Corinne interrupted their rather hollow laughter, opening the door and saying, ‘Time to break it up, girls. I need to get in here.’ She threw a frustrated glance at Bonnie’s half-eaten cottage pie. ‘Something wrong with it?’ she demanded.

‘Of course not.’ Bonnie gave her a look that warned her not to play such a tired old game. ‘It was scrumptious.’

‘Right. Well, there’s a whole lot more we can have warmed up tomorrow. And probably the next day as well.’

‘Can’t wait,’ said Bonnie, thinking that the crispy edges of warmed-up cottage pie were really very appetising. People always thought that a person with anorexia took no pleasure in the flavours and textures of food, but they were wrong. Plenty of things got her saliva flowing. It was all the stuff that came with it that caused the difficulties.

‘Going to the shop tomorrow, are you?’ Corinne asked. Then she looked at Melanie. ‘And the hotel? Or has normal life ceased altogether?’

Both girls went blank. It was a question neither of them had yet addressed.

‘I see it has,’ observed Corinne. ‘Well, that won’t do, will it?’

‘You’re as worried about Ben as we are,’ Bonnie told her. ‘So you can stop pretending.’

‘All I want is for you to stay where I can see you. That’s enough for me to worry about, just at the moment.’ Corinne made a playful pretend cuff at Bonnie’s head, successfully lightening the atmosphere as she did it.

‘I’ll go,’ said Melanie. ‘Sorry I put you off your supper.’

‘Phone me tomorrow, then. We’ll go and see Simmy and work out a plan.’
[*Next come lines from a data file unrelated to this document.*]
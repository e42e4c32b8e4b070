"""The checks along the burn, told in full: where the worst point is, in words, in figures, with what the
tanks hold.
"""

from dataclasses import replace
from typing import Any

import pytest

from fleet.basis import Chord
from loads.balance.checks_path import held_at, path_checks, path_document, where_words
from loads.balance.path import Gap, Knot, Path, Stretch, Turn
from loads.balance.path_worst import burn_of
from loads.balance.prepared import Prepared, prepared
from loads.balance.result import Check, State
from tests.pure.loads.making import SOURCE, F, tank
from tests.pure.loads.round_figures import box, round_basis

PAGE = "VP2-FM rev B p. 6-4"
ALONG, ACROSS = "path.longitudinal", "path.lateral"
TITLE, TITLE_ACROSS = "centre of gravity along the burn", "lateral centre of gravity along the burn"
FLIGHT = ("take-off", "landing")
# 1,000 lb without fuel; the leading edge of a chord of 40 in at 90 in.
DRY = State("zero fuel", F(1000), F(100_000), F(0), F(100), F(0), F(0))


def state(phase: Any, weight: Any, arm: Any, lateral: Any = 0) -> State:
    return State(phase, F(weight), weight * F(arm), weight * F(lateral), F(arm), F(lateral), F(0))


TAKE_OFF, LANDING = state("take-off", 1060, 102, 1), state("landing", 1030, 104, -1)
STATES: dict[Any, State] = {"zero fuel": DRY, "take-off": TAKE_OFF, "landing": LANDING}


def knot(weight: Any, arm: Any, lateral: Any = 0, phase: Any = None) -> Knot:
    return Knot(F(weight), weight * F(arm), weight * F(lateral), phase)


# 60 lb of fuel, 6 lb a gallon: 10 gallons, of which both tanks give 2.5; in between 101 in.
FIRST = Stretch(
    "flight",
    ("LEFT", "RIGHT"),
    knot(1060, 102, 1, "take-off"),
    knot(1042, F("101.123"), F("0.5")),
    F(0),
    ({"LEFT": F(5), "RIGHT": F(4), "REAR": F(1)}, F(0)),
)
SECOND = Stretch(
    "flight",
    ("RIGHT",),
    knot(1042, F("101.123"), F("0.5")),
    knot(1030, 104, -1, "landing"),
    F(0),
    ({"LEFT": F(5), "RIGHT": F(4), "REAR": F(1)}, F(3, 2)),
)
PATH = Path((FIRST, SECOND), (), F(6))


def ready_with(*envelopes: Any, **more: Any) -> Prepared:
    tanks = (tank("LEFT", 100, 50), tank("RIGHT", 100, 50), tank("REAR", 150, 20))
    basis = round_basis(*envelopes, tanks=tanks, chord=Chord(F(90), F(40), SOURCE))
    return prepared(replace(basis, **more))


def fix() -> str:
    return "Do something."


def checks_of(path: Path, ready: Prepared) -> list[Check]:
    return path_checks(burn_of(path, ready), STATES, ready, fix)


AT_KINK = {
    "point": "between take-off and landing",
    "weight": "1042",
    "moment": "105370.2",
    "arm": "101.12",
    "lateral_arm": "0.5",
    "percent_chord": "27.8",
    "fuel": "42",
    "feeding": ["LEFT", "RIGHT"],
    "tanks": {"LEFT": "3.5", "RIGHT": "2.5", "REAR": "1"},
}
AT_LANDING = {
    "point": "landing",
    "weight": "1030",
    "moment": "107120",
    "arm": "104",
    "lateral_arm": "-1",
    "percent_chord": "35",
    "fuel": "30",
    "feeding": ["RIGHT"],
    "tanks": {"LEFT": "5", "RIGHT": "0.5", "REAR": "1"},
}
KINK_WORDS = "between take-off and landing, at 1042 lb with 42 lb of fuel"


def along(outcome: Any, figures: tuple[str, str, str], margin: str, words: str, **more: Any) -> Check:
    """The check along the aircraft; `figures` are the actual and the two ends it must lie between."""
    actual, low, high = figures
    return Check(ALONG, TITLE, outcome, None, actual, high, low, "in", margin, words, PAGE, **more)


def test_a_worst_point_between_phases_is_told_with_all_that_is_known_there() -> None:
    (check,) = checks_of(PATH, ready_with(box(101, 108)))

    words = f"0.12 in from the forward limit, {KINK_WORDS}"
    room = F("0.123")
    assert check == along(
        "pass", ("101.12", "101", "108"), "0.12", words, room=room, edge="forward", at=AT_KINK
    )


def test_a_broken_limit_says_what_to_do_and_on_the_limit_is_said_so() -> None:
    (broken,) = checks_of(PATH, ready_with(box("101.2", 108)))
    (on,) = checks_of(PATH, ready_with(box("101.123", 108)))

    words = f"0.08 in beyond the forward limit, {KINK_WORDS}"
    more: dict[str, Any] = {"what_next": "Do something.", "room": F("-0.077")}
    assert broken == along(
        "fail", ("101.12", "101.2", "108"), "-0.08", words, edge="forward", at=AT_KINK, **more
    )
    assert (on.outcome, on.room, on.what_next) == ("pass", 0, "")
    assert on.margin_text == f"on the forward limit, {KINK_WORDS}"


def test_at_a_phase_the_phase_is_named_and_its_own_figures_told() -> None:
    (check,) = checks_of(PATH, ready_with(box(90, 105)))

    words = "1 in from the aft limit, at landing"
    expected = along("pass", ("104", "90", "105"), "1", words, room=F(1), edge="aft", at=AT_LANDING)
    assert check == expected._replace(phase="landing")


def test_where_the_envelope_has_no_part_at_a_weight_no_limit_is_told() -> None:
    (check,) = checks_of(PATH, ready_with(box(90, 120, high=1050)))

    assert check == Check(
        ALONG,
        TITLE,
        "fail",
        "take-off",
        "102",
        unit="in",
        margin_text="no part of the envelope lies at this weight, at take-off",
        source=PAGE,
        what_next="Do something.",
        at=check.at,
    )


def test_across_the_aircraft_sides_are_left_and_right() -> None:
    lateral = box(-2, 2, axis="lateral", phases=FLIGHT)
    _, check = checks_of(PATH, ready_with(box(90, 120), lateral))

    assert (check.code, check.title, check.outcome) == (ACROSS, TITLE_ACROSS, "pass")
    assert (check.actual, check.low, check.limit, check.edge) == ("1", "-2", "2", "right")
    assert check.margin_text == "1 in from the right limit, at take-off"
    _, left = checks_of(PATH, ready_with(box(90, 120), box("-1.5", 9, axis="lateral", phases=FLIGHT)))
    assert left.margin_text == "0.5 in from the left limit, at landing"


def test_without_an_envelope_for_take_off_the_burn_is_not_judged() -> None:
    (check,) = checks_of(PATH, ready_with(box(90, 120, phases=("landing",))))

    assert check == Check(
        ALONG,
        TITLE,
        "unresolved",
        margin_text="no envelope is entered for take-off",
        what_next="Enter the envelope of this phase in the loading basis.",
    )


def test_a_lateral_envelope_for_the_landing_alone_leaves_the_burn_across_unjudged() -> None:
    reserve = replace(PATH, stretches=(*PATH.stretches, SECOND._replace(leg="reserve")))
    lateral = box(-2, 2, axis="lateral", phases=("landing",))

    found = checks_of(reserve, ready_with(box(90, 120), lateral))

    assert [(each.code, each.outcome) for each in found] == [(ALONG, "pass"), (ACROSS, "unresolved")]
    assert found[1].margin_text == "no envelope is entered for take-off"
    broken = checks_of(reserve, ready_with(box(90, 120), box(0, 2, axis="lateral", phases=("landing",))))
    assert [each.outcome for each in broken] == ["pass", "fail"]


def test_a_path_that_burns_nothing_passes_with_that_said() -> None:
    empty = Path((), (), F(6))

    assert checks_of(empty, ready_with(box(90, 120))) == [
        Check(ALONG, TITLE, "pass", margin_text="nothing is burned in flight")
    ]
    lateral = box(-2, 2, axis="lateral", phases=FLIGHT)
    assert [each.code for each in checks_of(empty, ready_with(box(90, 120), lateral))] == [ALONG, ACROSS]


@pytest.mark.parametrize(
    ("leg", "where"),
    [
        ("taxi", "while taxiing"),
        ("flight", "between take-off and landing"),
        ("reserve", "between landing and the least fuel at landing"),
    ],
)
def test_a_gap_in_a_table_leaves_what_is_not_broken_unjudged(leg: Any, where: str) -> None:
    gapped = replace(PATH, gaps=(Gap(leg, "RIGHT", F("2.25")), Gap("taxi", "LEFT", F(9))))

    (check,) = checks_of(gapped, ready_with(box(90, 120)))

    assert check == Check(
        ALONG,
        TITLE,
        "unresolved",
        margin_text=f"{where} right holds less than 2.3 US gal, where its table begins",
        what_next="Change the fuel of right, or enter the rest of its table in the loading basis.",
    )
    assert checks_of(gapped, ready_with(box("101.2", 108)))[0].outcome == "fail"


def test_zero_fuel_over_the_flight_is_told_for_each_axis_that_has_a_limit() -> None:
    knots = ((knot(1000, 95, -2), {}),), ((knot(900, 99, -1), {}),)
    turns = tuple(
        Turn("flight", where, each, False, each[0][0].weight)
        for where, each in zip(("at zero fuel", "at zero fuel after event 1"), knots, strict=True)
    )
    zero = box(94, 110, phases=("zero fuel",)), box(-2, 2, axis="lateral", phases=("zero fuel",), low=500)
    ready = ready_with(box(90, 120, phases=FLIGHT), zero[0], zero[1])

    found = checks_of(replace(PATH, zero_fuel=turns), ready)

    assert [(each.code, each.title) for each in found[1:]] == [
        ("path.zero-fuel", "centre of gravity at zero fuel over the flight"),
        ("path.zero-fuel-lateral", "lateral centre of gravity at zero fuel over the flight"),
    ]
    beyond, across = found[1:]
    assert (beyond.outcome, beyond.room, beyond.what_next) == ("fail", None, "Do something.")
    assert beyond.margin_text == (
        "no part of the envelope lies at this weight, at zero fuel after event 1, at 900 lb with 0 lb of fuel"
    )
    assert (across.outcome, across.room, across.edge) == ("pass", 0, "left")
    assert across.margin_text == "on the left limit, at zero fuel, at 1000 lb with 0 lb of fuel"
    assert across.at is not None
    assert (across.at["feeding"], across.at["tanks"]) == ([], {})


def test_an_event_is_told_with_the_fuel_it_has_and_the_weight_without() -> None:
    jump = Turn("flight", "just after event 1", ((knot(1042, 118), {"LEFT": F("3.46")}),), False, F(1001))

    (check,) = checks_of(replace(PATH, turns=(jump,)), ready_with(box(90, 120)))

    assert check.margin_text == "2 in from the aft limit, just after event 1, at 1042 lb with 41 lb of fuel"
    assert check.at == {
        "point": "just after event 1",
        "weight": "1042",
        "moment": "122956",
        "arm": "118",
        "lateral_arm": "0",
        "percent_chord": "70",
        "fuel": "41",
        "feeding": [],
        "tanks": {"LEFT": "3.5"},
    }


def test_the_words_for_where_a_point_is() -> None:
    assert where_words(FIRST) == "between take-off and landing"
    assert where_words(FIRST._replace(leg="taxi", setting="gear up")) == "while taxiing, with gear up"
    assert where_words(FIRST._replace(feeding=(), setting="just after event 2")) == "just after event 2"
    assert where_words(FIRST._replace(feeding=())) == "between take-off and landing"


def test_what_each_tank_holds_at_a_point_of_a_stretch() -> None:
    # 9 lb burned are 1.5 gallons, from two tanks 0.75 each.
    assert held_at(FIRST, knot(1051, 100), F(6)) == {"LEFT": F("4.25"), "RIGHT": F("3.25"), "REAR": F(1)}
    assert held_at(SECOND, knot(1036, 100), F(6)) == {"LEFT": F(5), "RIGHT": F("1.5"), "REAR": F(1)}
    still = FIRST._replace(feeding=())
    assert held_at(still, knot(1051, 100), F(6)) == {"LEFT": F(5), "RIGHT": F(4), "REAR": F(1)}


KINK = {"weight": "1042", "moment": "105370.2", "arm": "101.12", "lateral_arm": "0.5"}
START = {"weight": "1060", "moment": "108120", "arm": "102", "lateral_arm": "1"}
END = {"weight": "1030", "moment": "107120", "arm": "104", "lateral_arm": "-1"}


def test_the_path_is_told_by_its_kinks_between_phases_and_its_worst_points() -> None:
    lateral = box(-2, 2, axis="lateral", phases=FLIGHT)
    ready = ready_with(box(101, 108), lateral)
    burn = burn_of(PATH, ready)
    checks = path_checks(burn, STATES, ready, fix)

    told = path_document(burn, checks, ready)

    at_take_off = checks[1].at
    assert at_take_off is not None
    assert told == {
        "points": [KINK],
        "worst": [{"axis": "longitudinal", **AT_KINK}, {"axis": "lateral", **at_take_off}],
    }
    told["worst"][0]["tanks"]["LEFT"] = "changed"
    told["worst"][0]["feeding"].append("changed")
    assert checks[0].at == AT_KINK


def test_in_a_bent_stretch_the_middle_is_told_too() -> None:
    bent = FIRST._replace(bend=F(1, 10))
    ready = ready_with(box(80, 120))
    burn = burn_of(replace(PATH, stretches=(bent, SECOND)), ready)

    told = path_document(burn, [], ready)

    # At 1051 lb: half way, (108120 + 105370.166) / 2, less a tenth of 9 * 9.
    assert told["worst"] == []
    assert [point["weight"] for point in told["points"]] == ["1051", "1042"]
    assert told["points"][0]["moment"] == "106737"


def test_a_path_with_events_is_told_run_by_run() -> None:
    jump = knot(1042, 101, 0)
    later = SECOND._replace(start=jump, bend=F(1, 10))
    turn = Turn("flight", "just after event 1", ((jump, {}),), False, F(1000))
    ready = ready_with(box(80, 120))

    def runs(*stretches: Stretch) -> list[list[str]]:
        burn = burn_of(Path(stretches, (), F(6), (turn,)), ready)
        told = path_document(burn, [], ready)
        return [[point["weight"] for point in run] for run in told["runs"]]

    assert runs(FIRST, SECOND) == [["1060", "1042", "1030"]]
    assert runs(FIRST, later) == [["1060", "1042"], ["1042", "1036", "1030"]]
    burn = burn_of(Path((FIRST, SECOND), (), F(6), (turn,)), ready)
    assert path_document(burn, [], ready)["runs"] == [[START, KINK, END]]
    assert "runs" not in path_document(burn_of(PATH, ready), [], ready)


def test_a_lateral_limit_by_cg_is_unjudged_too_where_the_path_is_not_known() -> None:
    from tests.pure.loads.hand import by_cg  # noqa: PLC0415  # beside its one use

    limit = by_cg((80, -3), (80, 3), (120, 3), (120, -3))
    ready = ready_with(box(90, 120), lateral_by_cg=(limit,))

    found = checks_of(replace(PATH, gaps=(Gap("flight", "LEFT", F(2)),)), ready)
    known = checks_of(PATH, ready)

    assert [(each.code, each.outcome) for each in found] == [
        (ALONG, "unresolved"),
        ("path.lateral-by-cg", "unresolved"),
    ]
    assert found[1].margin_text == found[0].margin_text
    assert found[1].what_next == found[0].what_next
    assert [(each.code, each.outcome, each.room) for each in known[1:]] == [("path.lateral-by-cg", "pass", 2)]
    assert known[1].margin_text.endswith("at take-off")
    narrow = by_cg((80, -3), (80, F(1, 2)), (120, F(1, 2)), (120, -3))
    broken = ready_with(box(90, 120), lateral_by_cg=(narrow,))
    gapped = checks_of(replace(PATH, gaps=(Gap("flight", "LEFT", F(2)),)), broken)
    assert gapped[1].outcome == "fail"
    told = path_document(burn_of(PATH, ready), known, ready)
    assert [each["axis"] for each in told["worst"]] == ["longitudinal", "lateral by CG"]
Melanie got up and Corinne groaned theatrically. ‘And what’s poor old Moxon going to think about that?’ she asked.

 

Bonnie slept badly, dropping into tangled dreams for short spells and then surfacing to find that reality was no better. She could find no logical thread to follow, nothing that prompted her to explore a particular place, or approach a particular person. The previous day had been a model of clarity by comparison. All she could think of was that she should phone Melanie, and they would go together to the shop and try to construct a credible theory. That’s what Ben would do. He would draw a diagram with circles and arrows and neat remarks. He would list every known fact, and every individual involved. She recited some of these
facts to herself – mysterious, smart woman at the hotel, with some link to Dan. Possible sighting by Ninian. No, no – that wasn’t a fact, she told herself. That was a useless diversion, taking them away from the proper path.

Her next dream included trees and police tape that was tied around the ankle of the Gentian child. Somewhere behind her she could feel Ben, but something was preventing her from turning round to look. It was a rope made of plaited rushes, wound around her legs. The other end was in the middle of Esthwaite, anchored by something heavy that she knew would be horrific if she managed to drag it out of the water. When she pulled, the tape attached to Gentian tightened and the little girl screamed.